Vialli's tragic passing preceded the club finishing bottom of Serie A with only three wins all season.

This term the club, saved from financial disaster by ex-Leeds chairman Andrea Radrizzani and business partner Matteo Manfredi, failed to avoid the drop into the third tier for the first time.

How did it all end up like this?

Dark Clouds

In search of traces of past glory and the ruins left by more than a decade's woe, FourFourTwo head to Sampdoria's home game against fellow strugglers Cosenza, alongside lifelong fans Piero Mirulla and Silvio Regis.

For every home match, the two follow their heart and make the four-hour, 200-mile journey south-west to Genoa from Vicenza, near Venice.

We decide to meet at the Kafesito bar on Via del Piano, where supporters gather before matches.

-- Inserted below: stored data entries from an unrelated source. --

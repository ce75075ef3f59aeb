import type { Data, Layout, LayoutAxis } from "plotly.js-dist-min";
import type { PlotTheme } from "../../components/plot-theme.ts";
import { fromSi } from "../../format/unit.ts";
import { curveOf, type Line } from "./curve.ts";
import { plainAxis, type FigureLayout } from "./evidence-layout.ts";
import type { LoopAxis, LoopFrame, LoopPart } from "./loop-frame.ts";
import type { RunView } from "./run-view.ts";
import { driveSpeed } from "./scales.ts";
import { thinned } from "./thin.ts";

const MOST_POINTS = 4000;

/** Room about a loop, px. */
export const loopMargin = { left: 64, right: 24, top: 46, bottom: 46 };

/** A loop as plotly wants it: sliding thin, stuck thick, and what it is measured against dashed or dotted. */
export function loopFigure(
  view: RunView,
  part: LoopPart,
  frame: LoopFrame,
  size: { width: number; height: number },
  theme: PlotTheme,
): { data: Data[]; layout: FigureLayout } {
  const { slip, stick } = loopCurve(part, frame);
  const level = (si: number, stroke: Partial<Stroke>): Data =>
    line(
      {
        x: Float64Array.of(fromSi(frame.across.low, frame.across.unit), fromSi(frame.across.high, frame.across.unit)),
        y: Float64Array.of(fromSi(si, frame.upright.unit), fromSi(si, frame.upright.unit)),
      },
      { color: theme.quiet, width: 1, dash: "dash", ...stroke },
    );
  const levels =
    frame.key === "velocity"
      ? driveSpeed(view).map((speed) => level(speed, {}))
      : holdLevels(view, part, frame).map((force) => level(force, { color: theme.stick, width: 1.5, dash: "dot" }));
  const data = [...levels, line(slip, { color: theme.slip, width: 2 }), line(stick, { color: theme.stick, width: 3 })];
  return { data, layout: layoutOf(frame, size, theme) };
}

/** What friction can hold, where it is constant and within the picture. */
export function holdLevels(view: RunView, { range }: LoopPart, { upright }: LoopFrame): number[] {
  const hold = view.inputs.hold(range.from);
  if (hold === 0 || view.scenario.contact.normal.ripple) return [];
  return [hold, -hold].filter((force) => force > upright.low && force < upright.high);
}

function loopCurve({ samples, places, events, range }: LoopPart, { key, across, upright }: LoopFrame) {
  const channel = key === "velocity" ? "v" : "f";
  const isDense = events.length > MOST_POINTS / 8;
  const keep = isDense ? [] : events.flatMap((i) => [i - 1, i]);
  // A loop is round: points that are spread evenly make it so, and none of its extremes is lost.
  const stride = Math.ceil(samples.t.length / (MOST_POINTS / 2));
  const even = Array.from({ length: Math.ceil(samples.t.length / stride) }, (_, k) => k * stride);
  const about = thinned(samples.t, places, range, MOST_POINTS / 8, [...keep, ...even]);
  const indices = thinned(samples.t, samples[channel], range, MOST_POINTS / 8, [...about]);
  return curveOf(samples, channel, indices, upright.unit, isDense, { values: places, unit: across.unit });
}

function layoutOf(frame: LoopFrame, { width, height }: { width: number; height: number }, theme: PlotTheme) {
  const { left, right, top, bottom } = loopMargin;
  return {
    width,
    height,
    autosize: false,
    margin: { l: left, r: right, t: top, b: bottom, pad: 0 },
    paper_bgcolor: "rgba(0,0,0,0)",
    plot_bgcolor: "rgba(0,0,0,0)",
    separators: ".\u202f",
    uirevision: "loops",
    showlegend: false,
    hovermode: false,
    xaxis: {
      ...axis(frame.across, theme),
      nticks: Math.max(3, Math.floor((width - left - right) / 80)),
      showline: true,
      linecolor: theme.ink,
      linewidth: 1,
      tickcolor: theme.ink,
    },
    yaxis: { ...axis(frame.upright, theme), nticks: 6 },
  } satisfies Partial<Layout>;
}

const axis = ({ low, high, unit }: LoopAxis, theme: PlotTheme): Partial<LayoutAxis> => ({
  ...plainAxis(theme),
  range: [fromSi(low, unit), fromSi(high, unit)],
  zeroline: true,
  zerolinecolor: theme.edge,
  zerolinewidth: 1,
  tickcolor: "rgba(0,0,0,0)",
  ticklen: 5,
});

interface Stroke {
  color: string;
  width: number;
  dash?: "dash" | "dot";
}

const line = ({ x, y }: Line, stroke: Stroke): Data => ({
  type: "scatter",
  mode: "lines",
  x,
  y,
  line: { ...stroke, simplify: false },
  hoverinfo: "skip",
  showlegend: false,
});
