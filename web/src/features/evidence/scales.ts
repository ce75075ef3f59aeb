import type { Samples } from "@restband/solver";
import { ahead, indexAt } from "../../compute/instant.ts";
import type { Measure } from "../../format/unit.ts";
import { unitFor } from "../../format/units.ts";
import { padded, type PanelKey, type PanelScale } from "./frame.ts";
import type { Overlay } from "./overlay.ts";
import type { RunView } from "./run-view.ts";
import type { Extra } from "./use-panels.ts";

interface Range {
  from: number;
  to: number;
}

/** The panels' ranges and units for a part of a run, from top to bottom; `extras` are those asked for beside the usual three. */
export function scalesOf(
  view: RunView,
  range: Range,
  extras: readonly Extra[] = [],
  overlays: readonly Overlay[] = [],
): PanelScale[] {
  const { samples, scenario } = view;
  const measure = (dimension: Measure["dimension"]): Measure => ({ dimension, motion: scenario.motion });
  const others = (channel: "x" | "v"): number[] =>
    overlays.flatMap((overlay) => extremesOf(overlay.samples, channel, range));
  return [
    scale(
      "displacement",
      [...extremesOf(samples, "x", range), ...others("x"), ...bandEdges(view, range)],
      measure("displacement"),
    ),
    scale(
      "velocity",
      [0, ...extremesOf(samples, "v", range), ...others("v"), ...driveSpeed(view)],
      measure("velocity"),
    ),
    ...(extras.includes("acceleration")
      ? [scale("acceleration", [0, ...extremesOf(samples, "a", range)], measure("acceleration"))]
      : []),
    scale("friction", [0, ...frictionExtremes(view, range)], measure("force")),
    ...(extras.includes("drive") && view.drive
      ? [scale("drive", [0, ...driveExtremes(view, range)], measure("force"))]
      : []),
  ];
}

/** Of the applied force all corners count, of what comes through the spring the samples. */
export function driveExtremes({ drive, samples }: RunView, range: Range): [number, number] {
  let [low, high] = [0, 0];
  for (const { force } of drive?.between(samples, range) ?? []) {
    low = Math.min(low, force);
    high = Math.max(high, force);
  }
  return [low, high];
}

function scale(key: PanelKey, values: number[], measure: Measure): PanelScale {
  const [low, high] = [Math.min(...values), Math.max(...values)];
  const unit = unitFor(Math.max(Math.abs(low), Math.abs(high)), measure);
  return { key, ...padded(low, high, unit.factor), unit };
}

/** Lowest and highest of a channel in a part of a run; of a and f, which jump at events, to both sides of the jump. */
export function extremesOf(samples: Samples, channel: "x" | "v" | "a" | "f", { from, to }: Range): [number, number] {
  const { t, phase, [channel]: values } = samples;
  const canJump = channel === "a" || channel === "f";
  let low = Infinity;
  let high = -Infinity;
  const first = indexAt(t, from);
  const last = indexAt(t, to);
  for (let i = first; i <= last; i++) {
    const isEvent = canJump && i > first && phase[i - 1] !== phase[i];
    const before = isEvent ? ahead(t, values, phase, i - 1, t[i]) : values[i];
    low = Math.min(low, values[i], before);
    high = Math.max(high, values[i], before);
  }
  return [low, high];
}

function bandEdges(view: RunView, range: Range): number[] {
  const { equilibrium, restBand } = view.inputs;
  const times = view.inputs.times(range.from, range.to);
  if (restBand === null || times === null) return [];
  return times.flatMap((t) => {
    const centre = equilibrium(t);
    return centre === null ? [] : [centre - restBand, centre + restBand];
  });
}

/** The speed of a steady feed or belt: drawn beside the body's own. */
export function driveSpeed({ scenario }: RunView): number[] {
  const feed = scenario.base.find((term) => term.kind === "ramp");
  if (feed?.kind === "ramp") return [feed.rate];
  const { counterface } = scenario.contact;
  return typeof counterface === "object" ? [counterface.velocity] : [];
}

/** What friction can hold belongs to the picture where the friction comes near it. */
export function frictionExtremes({ samples, inputs }: RunView, range: Range): number[] {
  const [low, high] = extremesOf(samples, "f", range);
  const hold = inputs.hold(range.from);
  const isNear = hold <= 3 * Math.max(Math.abs(low), Math.abs(high));
  return [low, high, ...(isNear && low < 0 ? [-hold] : []), ...(isNear && high > 0 ? [hold] : [])];
}
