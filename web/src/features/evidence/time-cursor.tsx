import { type KeyboardEvent, type PointerEvent } from "react";
import { instantAt } from "../../compute/instant.ts";
import { say } from "../../format/format-quantity.ts";
import { timeAt, xOf, yOf, type Frame } from "./frame.ts";
import { phaseWords } from "./readings.ts";
import { neighbourEvent, type RunView } from "./run-view.ts";
import { useGestures } from "./use-gestures.ts";
import type { SeenPart } from "./use-part.ts";

interface TimeCursorProps {
  view: RunView;
  frame: Frame;
  t: number;
  onMove: (t: number) => void;
  part: SeenPart;
}

/** The one time cursor over all panels: pressed or dragged with the pointer, moved from event to event by the arrow keys; Page up and down move what is seen. */
export function TimeCursor({ view, frame, t, onMove, part }: TimeCursorProps) {
  const area = useGestures(frame, part);
  const moveTo = ({ clientX }: PointerEvent): void => {
    const box = area.current?.getBoundingClientRect();
    if (box) onMove(timeAt(frame, clientX - box.left));
  };
  const press = (event: KeyboardEvent): void => {
    const pages = { PageUp: -0.5, PageDown: 0.5 }[event.key];
    if (pages !== undefined) {
      event.preventDefault();
      part.pan(pages);
      return;
    }
    const next = targetOf(event, view, frame, t);
    if (next === null) return;
    event.preventDefault();
    event.stopPropagation();
    onMove(next);
  };
  const { phase, since } = phaseWords(view, t);
  const measure = { dimension: "time", motion: view.scenario.motion } as const;
  return (
    <div
      ref={area}
      role="slider"
      tabIndex={0}
      aria-label="Time cursor"
      aria-valuemin={0}
      aria-valuemax={view.end}
      aria-valuenow={t}
      aria-valuetext={`${say(t, measure, { digits: 5 })}, ${phase}${since}`}
      className="absolute inset-x-0 top-0 cursor-ew-resize touch-pan-y"
      style={{ height: frame.height }}
      onKeyDown={press}
      onPointerDown={(event) => {
        if (!event.isPrimary) return;
        event.currentTarget.setPointerCapture(event.pointerId);
        moveTo(event);
      }}
      onPointerMove={(event) => event.isPrimary && event.buttons > 0 && moveTo(event)}
    >
      <CursorLine view={view} frame={frame} t={t} />
    </div>
  );
}

/** ← → from event to event, with Shift by a hundredth of what is seen; Home and End to the ends. */
function targetOf(event: KeyboardEvent, view: RunView, { from, to }: Frame, t: number): number | null {
  const direction = event.key === "ArrowRight" ? 1 : event.key === "ArrowLeft" ? -1 : 0;
  if (event.key === "Home") return 0;
  if (event.key === "End") return view.end;
  if (direction === 0) return null;
  if (event.shiftKey) return Math.min(view.end, Math.max(0, t + (direction * (to - from)) / 100));
  return neighbourEvent(view, t, direction) ?? t;
}

/** The line through all panels and a ring on each curve; nothing where the cursor is outside what is seen. */
function CursorLine({ view, frame, t }: Omit<TimeCursorProps, "onMove" | "part">) {
  if (t < frame.from || t > frame.to) return null;
  const x = xOf(frame, t);
  const here = instantAt(view.samples, t);
  const values = {
    displacement: here.x,
    velocity: here.v,
    acceleration: here.a,
    friction: here.f,
    drive: view.drive?.at(here) ?? 0,
  };
  const last = frame.panels[frame.panels.length - 1];
  return (
    <svg
      width="100%"
      height={frame.height}
      className="pointer-events-none absolute inset-0 overflow-visible"
      aria-hidden="true"
    >
      <path d={`M${x} 0V${last.top + last.height}`} className="stroke-ink" strokeWidth={1.25} />
      {frame.panels.map((panel) => (
        <circle
          key={panel.key}
          cx={x}
          cy={yOf(panel, values[panel.key])}
          r={4.5}
          className="fill-raised stroke-ink"
          strokeWidth={1.75}
        />
      ))}
    </svg>
  );
}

Located in the Marassi district, along the banks of the Bisagno river-cum-stream, it's a few steps away from the Gradinata Sud, Sampdoria's home end at the venerable Stadio Luigi Ferraris they share with Genoa, now the city's only Serie A club.

Travelling towards the city from Milan up north, we've barely left the Lombardy region behind and entered Liguria when dark clouds begin to assemble on the motorway leading down to Genoa.

It's a winding route that demands close attention, even on a quiet Saturday morning.

Just as we approach Genoa, rain starts pouring down - such weather is a frequent companion in this coastal area, where moisture-rich air blows in from the sea and meets the mountains on which the city is built.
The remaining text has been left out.